**Exercise details**
Lines from the start of the data through the line containing "let fleet: TestFleet;" must be given again exactly. Leave the others out.

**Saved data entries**
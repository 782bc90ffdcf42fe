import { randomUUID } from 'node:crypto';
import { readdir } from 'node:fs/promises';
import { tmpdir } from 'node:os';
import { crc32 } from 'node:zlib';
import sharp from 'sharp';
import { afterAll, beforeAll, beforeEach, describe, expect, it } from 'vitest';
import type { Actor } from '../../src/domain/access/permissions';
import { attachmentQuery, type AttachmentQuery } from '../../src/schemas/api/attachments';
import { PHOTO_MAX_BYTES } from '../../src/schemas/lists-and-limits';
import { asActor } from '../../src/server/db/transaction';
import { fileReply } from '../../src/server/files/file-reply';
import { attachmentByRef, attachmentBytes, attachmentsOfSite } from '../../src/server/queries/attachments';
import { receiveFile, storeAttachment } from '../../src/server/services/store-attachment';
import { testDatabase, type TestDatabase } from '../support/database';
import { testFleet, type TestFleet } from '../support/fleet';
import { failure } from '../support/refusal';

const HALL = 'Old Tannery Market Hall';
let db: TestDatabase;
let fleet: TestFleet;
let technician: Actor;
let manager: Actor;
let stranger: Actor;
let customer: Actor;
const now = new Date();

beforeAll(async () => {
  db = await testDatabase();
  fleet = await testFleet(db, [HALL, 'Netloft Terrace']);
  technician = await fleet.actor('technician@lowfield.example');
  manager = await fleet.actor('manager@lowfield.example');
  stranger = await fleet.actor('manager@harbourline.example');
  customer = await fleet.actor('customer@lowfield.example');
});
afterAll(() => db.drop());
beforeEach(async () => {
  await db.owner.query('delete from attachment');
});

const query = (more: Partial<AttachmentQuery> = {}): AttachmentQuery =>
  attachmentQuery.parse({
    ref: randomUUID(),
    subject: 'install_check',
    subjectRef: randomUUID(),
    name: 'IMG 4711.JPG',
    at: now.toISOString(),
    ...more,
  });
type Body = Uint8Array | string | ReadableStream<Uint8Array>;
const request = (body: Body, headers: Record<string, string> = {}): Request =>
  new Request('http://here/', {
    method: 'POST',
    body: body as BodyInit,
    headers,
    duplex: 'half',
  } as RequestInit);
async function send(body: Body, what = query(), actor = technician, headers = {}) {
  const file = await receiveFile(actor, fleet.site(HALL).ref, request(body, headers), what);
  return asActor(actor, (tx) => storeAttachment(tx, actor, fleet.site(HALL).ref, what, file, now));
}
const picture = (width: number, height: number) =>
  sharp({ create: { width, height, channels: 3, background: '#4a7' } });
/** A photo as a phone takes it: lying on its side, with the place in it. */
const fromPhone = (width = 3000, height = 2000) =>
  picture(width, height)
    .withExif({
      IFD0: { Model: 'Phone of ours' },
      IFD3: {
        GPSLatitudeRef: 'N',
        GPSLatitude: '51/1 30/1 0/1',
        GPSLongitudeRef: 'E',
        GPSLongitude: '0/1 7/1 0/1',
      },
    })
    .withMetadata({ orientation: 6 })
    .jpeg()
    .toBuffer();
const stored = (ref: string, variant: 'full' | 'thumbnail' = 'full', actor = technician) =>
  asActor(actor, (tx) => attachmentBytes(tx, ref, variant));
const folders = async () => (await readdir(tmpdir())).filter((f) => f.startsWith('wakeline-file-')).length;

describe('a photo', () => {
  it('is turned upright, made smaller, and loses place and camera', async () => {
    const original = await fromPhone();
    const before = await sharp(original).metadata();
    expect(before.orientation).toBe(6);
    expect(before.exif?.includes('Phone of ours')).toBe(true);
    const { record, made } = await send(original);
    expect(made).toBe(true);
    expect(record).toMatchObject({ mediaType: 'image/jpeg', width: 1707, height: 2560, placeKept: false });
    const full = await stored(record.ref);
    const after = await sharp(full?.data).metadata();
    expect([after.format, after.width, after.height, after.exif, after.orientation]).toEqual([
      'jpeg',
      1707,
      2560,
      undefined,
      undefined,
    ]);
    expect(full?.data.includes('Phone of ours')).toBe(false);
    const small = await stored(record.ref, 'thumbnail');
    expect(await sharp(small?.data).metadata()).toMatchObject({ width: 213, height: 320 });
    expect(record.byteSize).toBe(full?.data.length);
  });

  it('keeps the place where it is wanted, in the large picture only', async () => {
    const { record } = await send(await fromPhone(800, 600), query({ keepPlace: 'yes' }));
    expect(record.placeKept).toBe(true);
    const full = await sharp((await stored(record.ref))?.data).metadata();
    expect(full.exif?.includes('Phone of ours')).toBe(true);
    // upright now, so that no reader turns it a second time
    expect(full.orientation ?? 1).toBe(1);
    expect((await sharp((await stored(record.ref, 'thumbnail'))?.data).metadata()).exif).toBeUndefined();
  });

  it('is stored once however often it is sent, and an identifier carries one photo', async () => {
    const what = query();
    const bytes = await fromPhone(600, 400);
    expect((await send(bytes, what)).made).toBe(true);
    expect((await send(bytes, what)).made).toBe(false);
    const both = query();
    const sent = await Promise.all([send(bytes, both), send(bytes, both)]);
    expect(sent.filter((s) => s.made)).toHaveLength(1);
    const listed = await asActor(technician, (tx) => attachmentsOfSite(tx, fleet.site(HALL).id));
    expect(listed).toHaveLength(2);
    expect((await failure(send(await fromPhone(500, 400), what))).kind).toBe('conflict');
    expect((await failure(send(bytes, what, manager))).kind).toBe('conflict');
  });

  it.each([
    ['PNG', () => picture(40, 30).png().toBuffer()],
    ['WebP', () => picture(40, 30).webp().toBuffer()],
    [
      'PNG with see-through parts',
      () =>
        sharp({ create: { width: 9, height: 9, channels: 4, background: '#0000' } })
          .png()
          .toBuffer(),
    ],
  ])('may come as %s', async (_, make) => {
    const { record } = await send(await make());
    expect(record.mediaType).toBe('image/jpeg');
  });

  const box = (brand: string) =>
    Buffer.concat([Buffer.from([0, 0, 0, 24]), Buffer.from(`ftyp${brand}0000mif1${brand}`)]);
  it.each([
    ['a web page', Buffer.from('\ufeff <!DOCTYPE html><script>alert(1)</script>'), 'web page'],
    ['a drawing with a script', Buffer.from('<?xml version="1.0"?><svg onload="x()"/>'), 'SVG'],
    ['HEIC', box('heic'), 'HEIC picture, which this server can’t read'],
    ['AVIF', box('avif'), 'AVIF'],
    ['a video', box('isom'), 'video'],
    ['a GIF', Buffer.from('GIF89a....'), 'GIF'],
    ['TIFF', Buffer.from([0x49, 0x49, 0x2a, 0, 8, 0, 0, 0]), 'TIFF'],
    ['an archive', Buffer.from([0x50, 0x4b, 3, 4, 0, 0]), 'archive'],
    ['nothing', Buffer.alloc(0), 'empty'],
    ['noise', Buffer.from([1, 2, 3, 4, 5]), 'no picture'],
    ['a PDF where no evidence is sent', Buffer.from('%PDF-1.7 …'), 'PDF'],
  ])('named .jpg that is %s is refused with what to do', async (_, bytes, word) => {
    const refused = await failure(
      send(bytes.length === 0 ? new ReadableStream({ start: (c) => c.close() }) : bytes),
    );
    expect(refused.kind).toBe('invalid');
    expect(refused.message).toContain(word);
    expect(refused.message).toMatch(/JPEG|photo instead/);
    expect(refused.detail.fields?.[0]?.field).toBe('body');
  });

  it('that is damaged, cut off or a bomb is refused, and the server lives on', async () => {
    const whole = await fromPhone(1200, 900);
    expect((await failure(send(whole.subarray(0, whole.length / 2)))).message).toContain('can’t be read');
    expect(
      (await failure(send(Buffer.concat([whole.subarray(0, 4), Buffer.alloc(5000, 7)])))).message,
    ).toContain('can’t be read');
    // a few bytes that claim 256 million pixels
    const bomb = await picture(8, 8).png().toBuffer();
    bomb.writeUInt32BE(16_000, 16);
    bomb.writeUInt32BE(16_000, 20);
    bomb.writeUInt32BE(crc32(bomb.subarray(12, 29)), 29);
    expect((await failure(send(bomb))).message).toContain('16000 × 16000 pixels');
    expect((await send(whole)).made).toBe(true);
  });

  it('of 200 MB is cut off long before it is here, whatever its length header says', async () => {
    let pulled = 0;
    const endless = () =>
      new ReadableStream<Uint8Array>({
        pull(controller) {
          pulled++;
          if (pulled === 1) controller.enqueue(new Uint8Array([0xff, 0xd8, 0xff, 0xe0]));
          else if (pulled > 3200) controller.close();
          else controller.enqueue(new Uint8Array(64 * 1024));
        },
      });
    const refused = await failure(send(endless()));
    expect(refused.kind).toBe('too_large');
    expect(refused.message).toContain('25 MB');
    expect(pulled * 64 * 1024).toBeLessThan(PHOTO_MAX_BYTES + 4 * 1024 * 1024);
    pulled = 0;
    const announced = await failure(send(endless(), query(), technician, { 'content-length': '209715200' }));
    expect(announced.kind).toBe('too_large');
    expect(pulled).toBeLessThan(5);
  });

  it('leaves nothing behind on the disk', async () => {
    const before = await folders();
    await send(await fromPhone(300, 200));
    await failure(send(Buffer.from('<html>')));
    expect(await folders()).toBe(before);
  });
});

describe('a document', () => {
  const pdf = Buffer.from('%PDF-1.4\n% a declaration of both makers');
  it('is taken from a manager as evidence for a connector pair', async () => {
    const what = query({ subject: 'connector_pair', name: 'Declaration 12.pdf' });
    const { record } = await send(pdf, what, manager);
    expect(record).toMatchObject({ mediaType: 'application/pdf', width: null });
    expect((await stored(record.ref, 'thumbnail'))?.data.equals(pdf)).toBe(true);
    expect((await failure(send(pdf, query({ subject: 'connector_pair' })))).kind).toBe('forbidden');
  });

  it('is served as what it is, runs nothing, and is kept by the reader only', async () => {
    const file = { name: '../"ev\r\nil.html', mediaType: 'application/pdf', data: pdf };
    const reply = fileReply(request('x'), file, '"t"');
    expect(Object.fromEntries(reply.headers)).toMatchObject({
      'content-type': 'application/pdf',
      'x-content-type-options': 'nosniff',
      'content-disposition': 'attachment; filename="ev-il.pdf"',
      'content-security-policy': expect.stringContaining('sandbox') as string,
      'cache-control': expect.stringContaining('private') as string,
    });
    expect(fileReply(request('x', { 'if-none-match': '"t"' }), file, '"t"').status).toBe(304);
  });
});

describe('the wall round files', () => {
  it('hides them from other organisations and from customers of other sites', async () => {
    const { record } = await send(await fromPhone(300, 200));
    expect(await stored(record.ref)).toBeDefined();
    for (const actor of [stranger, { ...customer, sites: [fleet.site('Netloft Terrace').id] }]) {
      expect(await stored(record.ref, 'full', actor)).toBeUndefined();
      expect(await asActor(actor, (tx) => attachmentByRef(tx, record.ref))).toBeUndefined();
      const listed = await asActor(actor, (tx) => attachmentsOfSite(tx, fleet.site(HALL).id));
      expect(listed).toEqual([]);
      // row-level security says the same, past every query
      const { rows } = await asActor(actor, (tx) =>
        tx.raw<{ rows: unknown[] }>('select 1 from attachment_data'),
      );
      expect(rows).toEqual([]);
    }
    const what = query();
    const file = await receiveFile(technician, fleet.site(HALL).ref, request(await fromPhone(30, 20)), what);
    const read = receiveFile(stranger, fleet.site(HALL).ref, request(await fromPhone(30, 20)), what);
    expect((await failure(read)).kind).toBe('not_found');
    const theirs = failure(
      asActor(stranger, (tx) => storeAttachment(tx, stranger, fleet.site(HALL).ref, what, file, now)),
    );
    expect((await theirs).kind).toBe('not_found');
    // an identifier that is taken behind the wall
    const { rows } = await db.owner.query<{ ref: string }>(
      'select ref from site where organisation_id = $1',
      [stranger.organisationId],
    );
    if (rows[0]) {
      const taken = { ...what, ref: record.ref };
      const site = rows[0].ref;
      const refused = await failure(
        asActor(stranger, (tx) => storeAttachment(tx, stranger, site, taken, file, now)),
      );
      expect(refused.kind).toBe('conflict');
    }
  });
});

**Output for this task**
repository 782bc90ffdcf42fe
import { randomUUID } from 'node:crypto';
import { readdir } from 'node:fs/promises';
import { tmpdir } from 'node:os';
import { crc32 } from 'node:zlib';
import sharp from 'sharp';
import { afterAll, beforeAll, beforeEach, describe, expect, it } from 'vitest';
import type { Actor } from '../../src/domain/access/permissions';
import { attachmentQuery, type AttachmentQuery } from '../../src/schemas/api/attachments';
import { PHOTO_MAX_BYTES } from '../../src/schemas/lists-and-limits';
import { asActor } from '../../src/server/db/transaction';
import { fileReply } from '../../src/server/files/file-reply';
import { attachmentByRef, attachmentBytes, attachmentsOfSite } from '../../src/server/queries/attachments';
import { receiveFile, storeAttachment } from '../../src/server/services/store-attachment';
import { testDatabase, type TestDatabase } from '../support/database';
import { testFleet, type TestFleet } from '../support/fleet';
import { failure } from '../support/refusal';

const HALL = 'Old Tannery Market Hall';
let db: TestDatabase;
let fleet: TestFleet;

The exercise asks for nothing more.